» WHAT TO WORK ON: The stretch wanted below opens at the line containing "export const orNothing" and closes at the line containing "type Goal = Pick<ProofItem, 'place'>". Please return it exactly, with no other lines.

» EXTRACTED DATA:
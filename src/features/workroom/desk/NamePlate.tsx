import { useId, useState } from 'react';
import { Icon } from '@/components/Icon';
import type { DeskStore, Draft } from './desk-store';
import { NameField, RenameWords } from './RenameMeasure';
import { useRenaming, type Named } from './use-renaming';

export interface NamePlateProps {
  readonly store: DeskStore;
  readonly named: Named;
  /** What it is, for those who hear the page: `column`, `piece`. */
  readonly what: string;
  readonly onRenamed?: (name: string) => void;
}

/** A name of the pattern, and the way to change it everywhere: pencil or F2. */
export function NamePlate({ store, named, what, onRenamed }: NamePlateProps) {
  const id = useId();
  const [said, setSaid] = useState<{ readonly words: string; readonly draft: Draft } | null>(null);
  const renaming = useRenaming(store, named, {
    onRenamed(name, words) {
      setSaid({ words, draft: store.$draft.get() });
      onRenamed?.(name);
    },
    backTo: () => `[data-name-plate="${id}"]`,
  });
  // What was renamed is worth a word until the next edit.
  const words = said !== null && said.draft === store.$draft.get() ? said.words : null;
  return (
    <div className="name-plate">
      {renaming.typed === null ? (
        <button
          type="button"
          className="name-button"
          aria-keyshortcuts="F2"
          title="F2 renames it"
          data-name-plate={id}
          onClick={renaming.begin}
          onKeyDown={(event) => {
            if (event.key !== 'F2') return;
            event.preventDefault();
            renaming.begin();
          }}
        >
          <b>{named.from}</b>
          <Icon name="pencil" label={`Rename ${what} ${named.from}`} />
        </button>
      ) : (
        <>
          <NameField name={named.from} renaming={renaming} describedBy={id} />
          <RenameWords id={id} renaming={renaming} />
        </>
      )}
      <p className="small soft" role="status">
        {words}
      </p>
    </div>
  );
}
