function nextState(row: Row, outcome: Outcome, now: number, random: number) {
  const same = { attempts: row.attempts, unknowns: row.unknowns, nextAt: now };
  const cancelled = row.mailing === 'cancelled';
  // What may have arrived once stays uncertain, whatever becomes of the second copy.
  const ended = (state: 'rejected' | 'expired' | 'cancelled') =>
    row.unknowns > 0 ? { ...same, state: 'unknown', unknowns: MOST_UNKNOWNS } : { ...same, state };
  const waiting = row.unknowns > 0 ? 'unknown' : 'queued';
  switch (outcome.kind) {
    case 'accepted':
      return { ...same, state: 'accepted', attempts: row.attempts + 1 };
    case 'refused':
      return { ...ended('rejected'), attempts: row.attempts + 1 };
    case 'unknown':
      return {
        ...same,
        state: 'unknown',
        attempts: row.attempts + 1,
        unknowns: row.unknowns + 1,
        nextAt: now + REST_AFTER_UNKNOWN,
      };
    case 'later': {
      if (cancelled) return ended('cancelled');
      const attempts = row.attempts + 1;
      const nextAt = now + waitAfter(attempts, random);
      return nextAt > row.preparedAt + GIVE_UP_AFTER
        ? { ...ended('expired'), attempts }
        : { ...same, state: waiting, attempts, nextAt };
    }
    case 'server away':
    case 'stop':
      return cancelled ? ended('cancelled') : { ...same, state: waiting };
  }
}

/** The last three answers were refusals about us, or more than 5 of the last 100 were. */
function refusesUs(mailingId: string): boolean {
  const about = sqlite()
    .prepare(
      `SELECT (d.state = 'rejected' AND (d.enhanced LIKE '5.7.%' OR (d.code = 554 AND d.enhanced IS NULL))) AS aboutUs
       FROM attempt a JOIN delivery d ON d.id = a.delivery_id
       WHERE d.mailing_id = ? AND a.ended_at IS NOT NULL AND a.code IS NOT NULL ORDER BY a.ended_at DESC, a.rowid DESC LIMIT 100`,
    )
    .pluck()
    .all(mailingId) as number[];
  const three = about.length >= 3 && about.slice(0, 3).every(Boolean);
  return three || (about.length === 100 && about.filter(Boolean).length > 5);
}

/**
 * What a process left behind when it ended: rows that it had only claimed go back; of those it was handing over, nobody
 * knows whether they arrived. Called by whoever holds the worker's lease, for the rows of all others, and for leases of
 * its own that ran out. `busy` are the deliveries that it is handing over itself.
 */
export function recover(
  owner: string,
  now: number,
  busy: readonly number[] = [],
): { readonly released: number; readonly unknown: number } {
  const database = sqlite();
  const mine = `lease_owner = @owner AND (lease_until > @now OR id IN (SELECT value FROM json_each(@busy)))`;
  const facts = { owner, now, busy: JSON.stringify(busy) };
  // Looked at several times a second: no write unless there is something to write.
  const left = database.prepare(
    `SELECT 1 FROM delivery WHERE state IN ('leased', 'in_flight') AND NOT (${mine}) LIMIT 1`,
  );
  if (!left.get(facts)) return { released: 0, unknown: 0 };
  return database
    .transaction(() => {
      const released = database
        .prepare(
          `UPDATE delivery SET lease_owner = NULL, lease_until = NULL, state = CASE
             WHEN EXISTS (SELECT 1 FROM mailing m WHERE m.id = delivery.mailing_id AND m.state = 'cancelled') AND unknowns = 0 THEN 'cancelled'
             WHEN unknowns > 0 THEN 'unknown' ELSE 'queued' END
           WHERE state = 'leased' AND NOT (${mine})`,
        )
        .run(facts).changes;
      const unknown = database
        .prepare(
          `UPDATE delivery SET state = 'unknown', attempts = attempts + 1, unknowns = unknowns + 1, next_at = @next, lease_owner = NULL, lease_until = NULL
           WHERE state = 'in_flight' AND NOT (${mine})`,
        )
        .run({ ...facts, next: now + REST_AFTER_UNKNOWN }).changes;
      return { released, unknown };
    })
    .immediate();
}
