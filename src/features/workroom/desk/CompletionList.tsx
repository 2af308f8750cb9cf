import { useEffect, useRef } from 'react';
import type { Completion } from '@/features/projects/completions';
import type { Offer } from './use-completion';

const WORDS: Readonly<Record<Completion['what'], string>> = {
  asked: 'asked',
  worked: 'worked out',
  choice: 'choice',
  option: 'option',
  size: 'size of a piece',
  function: 'function',
};

export interface CompletionListProps {
  readonly id: string;
  readonly label: string;
  readonly offer: Offer;
  readonly onTake: (item: Completion) => void;
}

/** What the letters typed may stand for, under a formula. */
export function CompletionList({ id, label, offer, onTake }: CompletionListProps) {
  const list = useRef<HTMLUListElement>(null);
  useEffect(() => {
    void list.current?.scrollIntoView({ block: 'nearest' });
  }, []);
  return (
    <ul ref={list} id={id} className="completions" role="listbox" aria-label={`Names for ${label}`}>
      {offer.items.map((item, i) => (
        <li
          key={item.text}
          id={`${id}-${i}`}
          role="option"
          aria-selected={i === offer.active}
          // Before the field loses the focus, which would close the list.
          onPointerDown={(event) => {
            event.preventDefault();
            onTake(item);
          }}
        >
          <b>{item.text}</b>
          <span>{WORDS[item.what]}</span>
        </li>
      ))}
    </ul>
  );
}
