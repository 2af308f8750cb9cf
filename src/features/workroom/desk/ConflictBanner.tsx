import { useState } from 'react';
import { agoWords } from './SaveWords';
import type { Saving } from './use-saving';

/** Another tab or person saved meanwhile: both are kept, whichever is chosen. */
export function ConflictBanner({ saving }: { readonly saving: Saving }) {
  const [busy, setBusy] = useState(false);
  const { status } = saving.state;
  const act = (deed: () => Promise<void>) => async () => {
    setBusy(true);
    await deed();
    setBusy(false);
  };
  return (
    <>
      {status.kind === 'conflict' ? (
        <div className="desk-banner problem" role="alert">
          <p>
            <b>Changed in another place.</b> Revision {status.other.revision} was saved{' '}
            {agoWords(Date.now() - status.other.updatedAt)} from another tab or by another person. Nothing of yours or
            theirs is lost: what is not shown becomes a draft of its own.
          </p>
          <div className="banner-deeds">
            <button type="button" className="btn small-btn" disabled={busy} onClick={act(saving.keepMine)}>
              Keep mine as a new revision
            </button>
            <button type="button" className="btn small-btn" disabled={busy} onClick={act(saving.takeOther)}>
              Take the other
            </button>
          </div>
        </div>
      ) : null}
      {saving.notice === null ? null : (
        <div className="desk-banner note" role="status">
          <p>
            {saving.notice.words}{' '}
            {saving.notice.link ? <a href={saving.notice.link.href}>{saving.notice.link.words}</a> : null}
          </p>
          <button type="button" className="btn small-btn" onClick={saving.dismiss}>
            Close
          </button>
        </div>
      )}
    </>
  );
}
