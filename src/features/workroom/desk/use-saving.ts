import { useEffect, useRef, useState } from 'react';
import type { OpenProject, ProjectState } from '@/features/projects/project';
import { createAutosave, type Autosave, type SaveState } from '../saving/autosave';
import { openCopyKeeper, type CopyKeeper } from '../saving/local-copy';
import { sameState } from '../saving/same-state';
import type { DeskStore } from './desk-store';
import { call, fetchProject, sendState } from './project-api';

export interface Saving {
  readonly state: SaveState;
  /** What was brought back from this machine, or what became of a conflict; null when there is nothing to say. */
  readonly notice: { readonly words: string; readonly link?: { readonly href: string; readonly words: string } } | null;
  say(notice: NonNullable<Saving['notice']>): void;
  dismiss(): void;
  flush(): Promise<SaveState>;
  keepMine(): Promise<void>;
  takeOther(): Promise<void>;
}

/** Saves the desk while it is open: after a pause, when a field is left, when the page is hidden or closed. */
export function useSaving(store: DeskStore, project: OpenProject): Saving {
  const start = { revision: project.revision, savedAt: project.updatedAt };
  const [state, setState] = useState<SaveState>({ status: { kind: 'saved' }, ...start });
  const [notice, setNotice] = useState<Saving['notice']>(null);
  const autosave = useRef<Autosave<ProjectState> | null>(null);
  /** While a state is put in place that is stored already, nothing is to be saved. */
  const quiet = useRef(false);

  useEffect(() => {
    let keeper: CopyKeeper | null = null;
    let gone = false;
    const saver = createAutosave<ProjectState>({
      send: (value, revision, options) => sendState(project.id, value, revision, options),
      keepCopy: (value, revision) => keeper?.keep(value, revision),
      dropCopy: () => keeper?.drop(),
      onState: setState,
      now: Date.now,
      start,
    });
    autosave.current = saver;

    const unlisten = store.$state.listen((value) => {
      if (!quiet.current) saver.changed(value);
    });
    void openCopyKeeper(project.id).then(async (opened) => {
      if (gone) return opened.close();
      keeper = opened;
      const [copy, ...older] = await opened.orphans();
      for (const other of older) if (await keepAsDraft(project.id, other.state, store.$state.get())) other.forget();
      if (copy === undefined || gone) return;
      copy.forget();
      if (sameState(copy.state, store.$state.get())) return;
      if (copy.revision === project.revision) {
        setNotice({ words: 'What was typed here and not yet saved has been brought back.' });
      } else {
        // Before the state is put in place: nothing may be sent over a revision that it was not made from.
        saver.conflict({ revision: project.revision, updatedAt: project.updatedAt }, copy.revision);
      }
      store.replace(copy.state);
    });

    const leave = () => void saver.flush({ leaving: true });
    const hidden = () => {
      if (document.visibilityState === 'hidden') leave();
    };
    const blurred = () => void saver.flush();
    window.addEventListener('pagehide', leave);
    document.addEventListener('visibilitychange', hidden);
    document.addEventListener('focusout', blurred);
    window.addEventListener('online', blurred);
    return () => {
      gone = true;
      unlisten();
      saver.stop();
      keeper?.close();
      window.removeEventListener('pagehide', leave);
      document.removeEventListener('visibilitychange', hidden);
      document.removeEventListener('focusout', blurred);
      window.removeEventListener('online', blurred);
    };
    // The desk is opened anew for another project.
    // eslint-disable-next-line react-hooks/exhaustive-deps
  }, [store, project.id]);

  return {
    state,
    notice,
    say: setNotice,
    dismiss: () => setNotice(null),
    async flush() {
      const saver = autosave.current;
      if (saver === null) return state;
      await saver.flush();
      return saver.state();
    },
    async keepMine() {
      const saver = autosave.current;
      const { status } = saver?.state() ?? state;
      if (saver === null || status.kind !== 'conflict') return;
      const mine = store.$state.get();
      const answer = await sendState(project.id, mine, status.other.revision, { leaving: false, keepOther: true });
      if (answer.kind === 'saved') {
        saver.goOn(answer);
        if (store.$state.get() !== mine) saver.changed(store.$state.get());
        setNotice({
          words: `Yours is revision ${answer.revision} now. The other is in the workroom as a draft of its own, “(from the other tab)”.`,
          link: { href: '/workroom', words: 'Open the workroom' },
        });
      } else if (answer.kind === 'changed') saver.conflict(answer);
      else setNotice({ words: answer.sentence });
    },
    async takeOther() {
      const saver = autosave.current;
      if (saver === null) return;
      const copy = await call<{ id: string; title: string }>(`/api/projects/${project.id}/duplicate`, {
        method: 'POST',
        body: { state: store.$state.get() },
      });
      if (!copy.ok) return setNotice({ words: copy.refusal.sentence });
      const other = await fetchProject(project.id);
      if (!other.ok) return setNotice({ words: other.refusal.sentence });
      quiet.current = true;
      store.replace(other.value.state);
      quiet.current = false;
      saver.goOn(other.value);
      setNotice({
        words: `The other is shown now, revision ${other.value.revision}. Yours is kept as the draft “${copy.value.title}”.`,
        link: { href: `/workroom/${copy.value.id}`, words: 'Open it' },
      });
    },
  };
}

/** Stores a state as a draft of its own, unless it says nothing that is not there already. False: it could not be stored. */
async function keepAsDraft(projectId: string, state: ProjectState, now: ProjectState): Promise<boolean> {
  if (sameState(state, now)) return true;
  return (await call(`/api/projects/${projectId}/duplicate`, { method: 'POST', body: { state } })).ok;
}
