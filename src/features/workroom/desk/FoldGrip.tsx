import { useRef, type KeyboardEvent, type PointerEvent } from 'react';

const LEAST = 320;
const STEP = 24;

/** The fold between two columns: dragged or moved by arrow keys, it gives the column before it more room. */
export function FoldGrip({ between }: { readonly between: 'measures' | 'pieces' }) {
  const grip = useRef<HTMLDivElement>(null);
  const width = () => grip.current?.previousElementSibling?.getBoundingClientRect().width ?? LEAST;
  const set = (to: number) => {
    const most = (grip.current?.parentElement?.getBoundingClientRect().width ?? 1440) - 2 * LEAST;
    const next = Math.round(Math.min(most, Math.max(LEAST, to)));
    grip.current?.parentElement?.style.setProperty(`--${between}`, `${next}px`);
    grip.current?.setAttribute('aria-valuenow', String(next));
  };
  const drag = (event: PointerEvent) => {
    event.preventDefault();
    const start = { x: event.clientX, width: width() };
    const move = (moved: globalThis.PointerEvent) => set(start.width + moved.clientX - start.x);
    const end = () => {
      window.removeEventListener('pointermove', move);
      window.removeEventListener('pointerup', end);
    };
    window.addEventListener('pointermove', move);
    window.addEventListener('pointerup', end);
  };
  const press = (event: KeyboardEvent) => {
    const by = { ArrowLeft: -STEP, ArrowRight: STEP }[event.key];
    if (by === undefined) return;
    event.preventDefault();
    set(width() + by);
  };
  return (
    <div
      ref={grip}
      className="fold-grip"
      role="separator"
      aria-orientation="vertical"
      aria-label={`Width of ${between}`}
      aria-valuenow={LEAST}
      aria-valuemin={LEAST}
      tabIndex={0}
      onPointerDown={drag}
      onKeyDown={press}
    >
      <i aria-hidden="true" />
    </div>
  );
}
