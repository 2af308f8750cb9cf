import { createContext, useContext, useId, useState, type KeyboardEvent, type RefObject } from 'react';
import type { Pattern } from '@/engine';
import { completionsAt, type Completion } from '@/features/projects/completions';

/** The pattern whose names formulas may use; null where nothing is offered. */
export const FormulaPattern = createContext<Pattern | null>(null);

export interface Offer {
  readonly items: readonly Completion[];
  /** −1 while none is chosen: then Enter leaves the field as it does without a list. */
  readonly active: number;
}
export interface Completing {
  readonly listId: string;
  readonly offer: Offer | null;
  typed(text: string, caret: number): void;
  take(item: Completion): void;
  close(): void;
  /** Whether the key was meant for the list. */
  press(event: KeyboardEvent<HTMLTextAreaElement>): boolean;
}

/** Names offered while a formula is typed: arrows choose, Enter or Tab takes, Escape closes, Ctrl Space shows what there is. */
export function useCompletion(
  field: RefObject<HTMLTextAreaElement | null>,
  value: string,
  onChange: (value: string) => void,
): Completing {
  const pattern = useContext(FormulaPattern);
  const listId = useId();
  const [offer, setOffer] = useState<Offer | null>(null);
  const show = (text: string, caret: number, all = false) => {
    const items = pattern === null ? [] : completionsAt(text, caret, pattern, { all });
    setOffer(items.length === 0 ? null : { items, active: -1 });
  };
  const take = ({ text, from, to }: Completion) => {
    onChange(value.slice(0, from) + text + value.slice(to));
    setOffer(null);
    const caret = from + text.length;
    requestAnimationFrame(() => field.current?.setSelectionRange(caret, caret));
  };
  return {
    listId,
    offer,
    typed: (text, caret) => show(text, caret),
    take,
    close: () => setOffer(null),
    press(event) {
      const { selectionStart } = event.currentTarget;
      if (event.key === ' ' && event.ctrlKey) {
        show(value, selectionStart, true);
        return true;
      }
      if (offer === null) return false;
      const { items, active } = offer;
      const move = { ArrowDown: 1, ArrowUp: -1 }[event.key];
      if (move !== undefined) {
        // One stop more than there are items: the field itself.
        const stops = items.length + 1;
        setOffer({ items, active: ((active + 1 + move + stops) % stops) - 1 });
        return true;
      }
      if (event.key === 'Escape') {
        setOffer(null);
        return true;
      }
      const chosen = items[active];
      if (chosen === undefined || (event.key !== 'Enter' && event.key !== 'Tab')) return false;
      take(chosen);
      return true;
    },
  };
}
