import { useId } from 'react';
import type { Fault } from '@/engine';
import type { Lit } from '@/features/projects/followers';
import { FaultWords } from './FaultWords';
import { FormulaField } from './FormulaField';

export interface LabelledFormulaProps {
  readonly label: string;
  /** What the label belongs to, for those who hear it alone: `corner of floor`. */
  readonly of?: string;
  readonly value: string;
  readonly names: readonly string[];
  readonly lit: Lit | null;
  readonly faults: readonly Fault[];
  /** Keeps the label for those who hear the page. */
  readonly quiet?: boolean;
  readonly onChange: (value: string) => void;
}

/** A formula under its label, with what does not read beneath it. */
export function LabelledFormula({ label, of, value, names, lit, faults, quiet, onChange }: LabelledFormulaProps) {
  return (
    <div className="desk-field">
      {quiet ? null : <span className="small soft">{label}</span>}
      <FormulaField
        label={of === undefined ? label : `${label}, ${of}`}
        value={value}
        names={names}
        lit={lit?.names ?? null}
        faults={faults}
        onChange={onChange}
      />
      <FaultWords faults={faults} value={value} onCure={onChange} />
    </div>
  );
}

export interface OptionFieldProps<Value extends string> {
  readonly label: string;
  readonly of?: string;
  readonly value: Value;
  readonly options: readonly { readonly value: Value; readonly label?: string }[];
  readonly onChange: (value: Value) => void;
}

/** One of a few words. */
export function OptionField<Value extends string>({ label, of, value, options, onChange }: OptionFieldProps<Value>) {
  const id = useId();
  return (
    <div className="desk-field">
      <label className="small soft" htmlFor={id}>
        {label}
        {of === undefined ? null : <span className="visually-hidden">, {of}</span>}
      </label>
      <select
        id={id}
        className="plain-select framed"
        value={value}
        onChange={(event) => onChange(event.currentTarget.value as Value)}
      >
        {options.map((option) => (
          <option key={option.value} value={option.value}>
            {option.label ?? option.value}
          </option>
        ))}
      </select>
    </div>
  );
}

export interface TextFieldProps {
  readonly label: string;
  readonly of?: string;
  readonly value: string;
  readonly rows?: number;
  readonly maxLength?: number;
  readonly onChange: (value: string) => void;
}

/** Plain words. */
export function TextField({ label, of, value, rows, maxLength = 80, onChange }: TextFieldProps) {
  const id = useId();
  return (
    <div className="desk-field">
      <label className="small soft" htmlFor={id}>
        {label}
        {of === undefined ? null : <span className="visually-hidden">, {of}</span>}
      </label>
      {rows === undefined ? (
        <input
          id={id}
          className="input"
          value={value}
          maxLength={maxLength}
          onChange={(event) => onChange(event.currentTarget.value)}
        />
      ) : (
        <textarea
          id={id}
          className="input"
          rows={rows}
          value={value}
          maxLength={maxLength}
          onChange={(event) => onChange(event.currentTarget.value)}
        />
      )}
    </div>
  );
}

/** Nothing typed is nothing said: a field that may be left away. */
export const orNothing = (value: string): string | undefined => (value.trim() === '' ? undefined : value);
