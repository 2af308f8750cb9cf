import type { ProofItem } from '@/features/projects/proof';
import type { DeskStore } from './desk-store';

type Goal = Pick<ProofItem, 'place'> & Partial<Pick<ProofItem, 'code'>>;

/** Brings a proof item's place into view and puts the focus there, once the column that holds it is shown. */
export function goToPlace(item: Goal, store: DeskStore): void {
  const { column, name } = item.place;
  if (
    column === 'measures' &&
    name !== undefined &&
    store.$draft.get().pattern.measures.some((measure) => measure.name === name)
  )
    store.select(name);
  // Two frames: one for the column or dialog to be shown, one for what opens inside it.
  requestAnimationFrame(() => requestAnimationFrame(() => focusOn(placeOf(item))));
}

function placeOf({ code, place }: Goal): HTMLElement | null {
  const find = (selector: string) => document.querySelector<HTMLElement>(selector);
  if (place.column === 'write-up') return inWriteUp(code, place) ?? find('[data-column="write-up"] .ProseMirror');
  if (place.column === 'facts') return find(`[data-place="fact:${place.name}"]`);
  const name = CSS.escape(place.name ?? '');
  const kinds = place.column === 'pieces' ? ['piece'] : ['measure', 'fit', 'name'];
  return (
    kinds.map((kind) => find(`[data-place="${kind}:${name}"]`)).find((element) => element !== null) ??
    find(`[data-column="${place.column}"]`)
  );
}

const NTH: Partial<Record<ProofItem['code'], string>> = {
  'live measure': '.measure',
  'no alt text': '.photo',
  'unknown piece': '.piece-card',
  'typed number': '.stray-number',
  'unknown step': '[data-step-ref]',
  'link broken': 'a[href]:not([data-step-ref])',
};

function inWriteUp(code: ProofItem['code'] | undefined, { nth, step }: ProofItem['place']): HTMLElement | null {
  const all = (selector: string) => [
    ...document.querySelectorAll<HTMLElement>(`[data-column="write-up"] .ProseMirror ${selector}`),
  ];
  const selector = code === undefined ? undefined : NTH[code];
  const exact = selector === undefined || nth === undefined ? undefined : all(selector)[nth];
  return exact ?? (step === undefined ? null : (all('.step')[step - 1] ?? null));
}

function focusOn(element: HTMLElement | null): void {
  if (element === null) return;
  const target = element.matches('input, textarea, select, button, [tabindex], [contenteditable]')
    ? element
    : (element.querySelector<HTMLElement>('input, textarea, button') ?? element);
  element.scrollIntoView({ block: 'center' });
  target.focus({ preventScroll: true });
  element.animate?.([{ outline: '3px solid var(--plum)' }, { outline: '3px solid transparent' }], { duration: 1200 });
}
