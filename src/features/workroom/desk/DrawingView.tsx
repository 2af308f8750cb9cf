import type { Drawing, Shape } from '@/engine';

export interface DrawingViewProps {
  readonly drawing: Drawing;
  /** Which shapes to light, by what they are of. */
  readonly isLit?: (of: string) => boolean;
  readonly className?: string;
}

/** A drawing as live SVG, so that parts of it can be lit. The classes are those of src/styles/drawing.css. */
export function DrawingView({ drawing, isLit, className }: DrawingViewProps) {
  return (
    <svg
      className={className ? `drawing ${className}` : 'drawing'}
      width={drawing.width}
      height={drawing.height}
      viewBox={`0 0 ${drawing.width} ${drawing.height}`}
      role="img"
      aria-label={drawing.alt}
    >
      {drawing.shapes.map((shape, i) => (
        <ShapeView key={i} shape={shape} lit={shape.of !== undefined && (isLit?.(shape.of) ?? false)} />
      ))}
    </svg>
  );
}

function ShapeView({ shape, lit }: { readonly shape: Shape; readonly lit: boolean }) {
  const classes = [`dr-${shape.role.replace(' ', '-')}`, lit ? 'lit' : ''];
  if (shape.type === 'path')
    return <path className={[...classes, shape.tone ?? ''].filter(Boolean).join(' ')} d={shape.d} />;
  const { x, y, anchor, turned, text } = shape;
  return (
    <text
      className={classes.filter(Boolean).join(' ')}
      x={x}
      y={y}
      textAnchor={anchor}
      transform={turned ? `rotate(-90 ${x} ${y})` : undefined}
    >
      {text}
    </text>
  );
}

» OUTPUT OF THE EXERCISE:
export const orNothing = (value: string): string | undefined => (value.trim() === '' ? undefined : value);
repository 2af308f8750cb9cf
import type { ProofItem } from '@/features/projects/proof';
import type { DeskStore } from './desk-store';

type Goal = Pick<ProofItem, 'place'> & Partial<Pick<ProofItem, 'code'>>;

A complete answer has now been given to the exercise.